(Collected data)
- - -

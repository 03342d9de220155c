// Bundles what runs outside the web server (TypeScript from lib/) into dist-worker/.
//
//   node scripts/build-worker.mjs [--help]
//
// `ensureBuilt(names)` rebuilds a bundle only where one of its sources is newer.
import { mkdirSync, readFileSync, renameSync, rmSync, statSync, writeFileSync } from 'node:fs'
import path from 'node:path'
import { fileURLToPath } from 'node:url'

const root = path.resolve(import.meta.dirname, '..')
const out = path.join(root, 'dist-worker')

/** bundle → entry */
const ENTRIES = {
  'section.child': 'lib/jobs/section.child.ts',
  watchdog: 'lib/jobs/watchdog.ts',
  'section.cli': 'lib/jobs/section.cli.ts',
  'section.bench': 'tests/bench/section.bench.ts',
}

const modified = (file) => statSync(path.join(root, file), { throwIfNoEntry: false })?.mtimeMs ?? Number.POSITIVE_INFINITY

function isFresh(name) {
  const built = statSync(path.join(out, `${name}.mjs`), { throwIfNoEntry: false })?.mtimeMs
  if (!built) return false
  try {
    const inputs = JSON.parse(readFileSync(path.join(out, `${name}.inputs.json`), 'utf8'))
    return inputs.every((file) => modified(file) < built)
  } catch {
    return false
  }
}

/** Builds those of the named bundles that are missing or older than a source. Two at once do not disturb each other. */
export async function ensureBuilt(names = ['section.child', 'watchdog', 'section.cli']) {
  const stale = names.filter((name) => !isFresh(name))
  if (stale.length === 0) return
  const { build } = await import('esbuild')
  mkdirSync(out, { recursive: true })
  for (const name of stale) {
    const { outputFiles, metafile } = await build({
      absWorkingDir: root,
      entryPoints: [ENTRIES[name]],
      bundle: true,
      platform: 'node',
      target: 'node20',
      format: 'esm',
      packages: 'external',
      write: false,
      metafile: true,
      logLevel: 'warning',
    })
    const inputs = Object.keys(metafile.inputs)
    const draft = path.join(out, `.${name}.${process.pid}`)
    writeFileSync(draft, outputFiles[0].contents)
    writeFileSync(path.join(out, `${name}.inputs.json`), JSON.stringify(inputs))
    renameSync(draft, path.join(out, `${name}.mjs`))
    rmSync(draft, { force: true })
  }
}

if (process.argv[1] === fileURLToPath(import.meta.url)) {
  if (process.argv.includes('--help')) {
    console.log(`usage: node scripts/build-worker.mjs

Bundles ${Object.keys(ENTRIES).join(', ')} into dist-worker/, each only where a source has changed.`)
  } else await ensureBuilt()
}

- - -

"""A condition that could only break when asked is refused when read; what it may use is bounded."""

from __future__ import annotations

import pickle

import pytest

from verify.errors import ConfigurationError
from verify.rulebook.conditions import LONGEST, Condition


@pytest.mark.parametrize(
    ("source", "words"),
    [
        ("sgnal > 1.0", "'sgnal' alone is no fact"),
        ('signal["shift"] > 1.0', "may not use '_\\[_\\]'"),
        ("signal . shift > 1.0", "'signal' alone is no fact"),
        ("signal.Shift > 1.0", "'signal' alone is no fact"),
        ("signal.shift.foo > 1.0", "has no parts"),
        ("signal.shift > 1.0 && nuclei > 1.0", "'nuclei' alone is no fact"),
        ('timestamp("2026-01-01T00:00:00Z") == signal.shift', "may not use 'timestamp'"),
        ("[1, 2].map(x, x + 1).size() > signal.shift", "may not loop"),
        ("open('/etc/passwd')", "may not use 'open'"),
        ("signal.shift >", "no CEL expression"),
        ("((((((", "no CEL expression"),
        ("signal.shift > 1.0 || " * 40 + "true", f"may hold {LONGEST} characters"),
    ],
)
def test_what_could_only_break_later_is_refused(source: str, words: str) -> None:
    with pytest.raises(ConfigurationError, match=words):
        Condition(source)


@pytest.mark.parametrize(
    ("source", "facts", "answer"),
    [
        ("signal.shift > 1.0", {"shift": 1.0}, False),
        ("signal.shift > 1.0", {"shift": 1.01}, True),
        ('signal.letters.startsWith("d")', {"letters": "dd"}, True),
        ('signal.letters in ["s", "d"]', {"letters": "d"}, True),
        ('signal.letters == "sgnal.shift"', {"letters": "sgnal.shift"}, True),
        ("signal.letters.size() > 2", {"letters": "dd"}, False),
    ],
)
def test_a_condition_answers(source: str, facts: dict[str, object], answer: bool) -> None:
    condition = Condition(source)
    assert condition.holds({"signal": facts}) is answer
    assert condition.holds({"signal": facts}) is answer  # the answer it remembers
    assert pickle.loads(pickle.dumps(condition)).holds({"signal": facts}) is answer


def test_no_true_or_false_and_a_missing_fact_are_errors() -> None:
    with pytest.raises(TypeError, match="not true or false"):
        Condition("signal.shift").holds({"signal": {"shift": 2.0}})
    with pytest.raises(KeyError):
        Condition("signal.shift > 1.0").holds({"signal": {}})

- - -

Problem to solve
In the records above, find the lines holding "fileURLToPath". Copy each one.

Exercise result
import { fileURLToPath } from 'node:url'
if (process.argv[1] === fileURLToPath(import.meta.url)) {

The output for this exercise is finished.